# What you should do
Whenever a line in the data holds the string "import", copy that line.

# Stored data
==============================
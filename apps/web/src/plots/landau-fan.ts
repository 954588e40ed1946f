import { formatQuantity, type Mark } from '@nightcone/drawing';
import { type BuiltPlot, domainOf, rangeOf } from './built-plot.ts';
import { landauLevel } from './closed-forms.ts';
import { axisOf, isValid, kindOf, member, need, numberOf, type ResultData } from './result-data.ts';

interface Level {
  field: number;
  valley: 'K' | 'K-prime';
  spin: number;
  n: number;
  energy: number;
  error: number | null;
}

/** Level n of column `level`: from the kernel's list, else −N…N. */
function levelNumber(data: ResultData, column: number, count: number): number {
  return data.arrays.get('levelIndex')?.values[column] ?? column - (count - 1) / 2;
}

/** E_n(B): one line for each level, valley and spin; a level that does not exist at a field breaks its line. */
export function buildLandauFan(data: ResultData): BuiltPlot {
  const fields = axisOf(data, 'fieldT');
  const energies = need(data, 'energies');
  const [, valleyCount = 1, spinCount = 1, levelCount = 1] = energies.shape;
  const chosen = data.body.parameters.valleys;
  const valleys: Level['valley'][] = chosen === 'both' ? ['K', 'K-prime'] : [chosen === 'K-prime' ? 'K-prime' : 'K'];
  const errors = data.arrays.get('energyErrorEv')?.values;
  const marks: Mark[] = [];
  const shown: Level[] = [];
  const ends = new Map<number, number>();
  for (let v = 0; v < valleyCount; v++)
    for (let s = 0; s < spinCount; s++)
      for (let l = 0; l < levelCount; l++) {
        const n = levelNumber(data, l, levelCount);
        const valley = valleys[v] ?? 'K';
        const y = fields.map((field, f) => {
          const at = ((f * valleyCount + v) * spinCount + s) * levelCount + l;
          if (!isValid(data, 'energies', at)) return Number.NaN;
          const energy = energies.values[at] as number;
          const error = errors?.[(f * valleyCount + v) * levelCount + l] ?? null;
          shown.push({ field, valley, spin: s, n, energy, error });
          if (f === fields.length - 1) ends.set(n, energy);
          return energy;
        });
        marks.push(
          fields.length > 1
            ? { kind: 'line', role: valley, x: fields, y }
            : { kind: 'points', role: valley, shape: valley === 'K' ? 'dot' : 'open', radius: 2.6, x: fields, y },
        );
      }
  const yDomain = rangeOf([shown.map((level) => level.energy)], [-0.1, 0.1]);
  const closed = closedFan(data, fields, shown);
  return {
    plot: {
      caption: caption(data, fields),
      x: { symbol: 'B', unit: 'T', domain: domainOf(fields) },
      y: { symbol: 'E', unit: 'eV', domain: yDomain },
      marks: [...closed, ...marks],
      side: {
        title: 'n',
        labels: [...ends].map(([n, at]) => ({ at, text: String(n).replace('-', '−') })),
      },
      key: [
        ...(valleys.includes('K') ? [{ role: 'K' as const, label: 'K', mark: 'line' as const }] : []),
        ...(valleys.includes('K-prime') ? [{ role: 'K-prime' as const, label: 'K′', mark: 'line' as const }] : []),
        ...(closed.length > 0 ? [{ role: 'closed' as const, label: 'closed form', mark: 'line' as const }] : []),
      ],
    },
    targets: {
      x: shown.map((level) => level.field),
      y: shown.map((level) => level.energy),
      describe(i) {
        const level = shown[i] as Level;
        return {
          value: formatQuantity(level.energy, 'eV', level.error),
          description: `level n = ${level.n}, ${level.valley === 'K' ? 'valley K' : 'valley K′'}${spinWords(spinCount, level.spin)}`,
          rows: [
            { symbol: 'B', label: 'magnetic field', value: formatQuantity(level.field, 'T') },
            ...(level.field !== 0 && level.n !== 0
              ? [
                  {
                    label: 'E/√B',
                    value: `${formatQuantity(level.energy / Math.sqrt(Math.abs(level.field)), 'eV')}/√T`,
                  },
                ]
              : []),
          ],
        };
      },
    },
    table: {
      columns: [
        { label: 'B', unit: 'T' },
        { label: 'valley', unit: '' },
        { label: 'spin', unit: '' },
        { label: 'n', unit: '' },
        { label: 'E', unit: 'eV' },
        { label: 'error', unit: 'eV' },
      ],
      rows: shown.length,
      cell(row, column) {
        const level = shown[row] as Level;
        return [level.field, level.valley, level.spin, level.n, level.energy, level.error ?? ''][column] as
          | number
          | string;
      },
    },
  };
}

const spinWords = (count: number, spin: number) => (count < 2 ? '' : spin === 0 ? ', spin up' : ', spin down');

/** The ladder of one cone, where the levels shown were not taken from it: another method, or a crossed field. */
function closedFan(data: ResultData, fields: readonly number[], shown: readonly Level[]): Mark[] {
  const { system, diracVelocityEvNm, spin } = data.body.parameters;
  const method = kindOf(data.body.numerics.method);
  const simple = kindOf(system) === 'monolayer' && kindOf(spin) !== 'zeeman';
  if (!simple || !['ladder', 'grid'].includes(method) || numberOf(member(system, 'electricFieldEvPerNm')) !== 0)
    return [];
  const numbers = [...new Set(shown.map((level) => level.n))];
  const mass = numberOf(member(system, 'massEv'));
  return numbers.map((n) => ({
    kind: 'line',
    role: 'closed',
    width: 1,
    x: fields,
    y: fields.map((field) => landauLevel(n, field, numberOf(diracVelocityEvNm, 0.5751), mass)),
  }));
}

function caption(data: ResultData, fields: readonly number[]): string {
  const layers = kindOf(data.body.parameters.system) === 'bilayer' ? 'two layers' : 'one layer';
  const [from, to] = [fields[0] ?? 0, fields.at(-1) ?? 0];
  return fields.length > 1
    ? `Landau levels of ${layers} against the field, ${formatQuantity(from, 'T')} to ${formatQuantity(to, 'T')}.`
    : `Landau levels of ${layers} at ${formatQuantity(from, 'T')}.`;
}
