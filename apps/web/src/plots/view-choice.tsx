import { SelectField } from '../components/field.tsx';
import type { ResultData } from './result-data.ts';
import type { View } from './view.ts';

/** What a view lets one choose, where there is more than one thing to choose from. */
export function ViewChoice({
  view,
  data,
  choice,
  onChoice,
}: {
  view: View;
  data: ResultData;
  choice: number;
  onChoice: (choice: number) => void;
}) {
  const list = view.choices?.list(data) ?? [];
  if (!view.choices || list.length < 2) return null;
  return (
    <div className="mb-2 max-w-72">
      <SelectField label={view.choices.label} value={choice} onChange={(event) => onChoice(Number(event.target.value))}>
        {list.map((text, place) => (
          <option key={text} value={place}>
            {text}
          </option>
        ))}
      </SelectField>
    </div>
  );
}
==============================
# Final answer
import { formatQuantity, type Mark } from '@nightcone/drawing';
import { type BuiltPlot, domainOf, rangeOf } from './built-plot.ts';
import { landauLevel } from './closed-forms.ts';
import { axisOf, isValid, kindOf, member, need, numberOf, type ResultData } from './result-data.ts';
import { SelectField } from '../components/field.tsx';
import type { ResultData } from './result-data.ts';
import type { View } from './view.ts';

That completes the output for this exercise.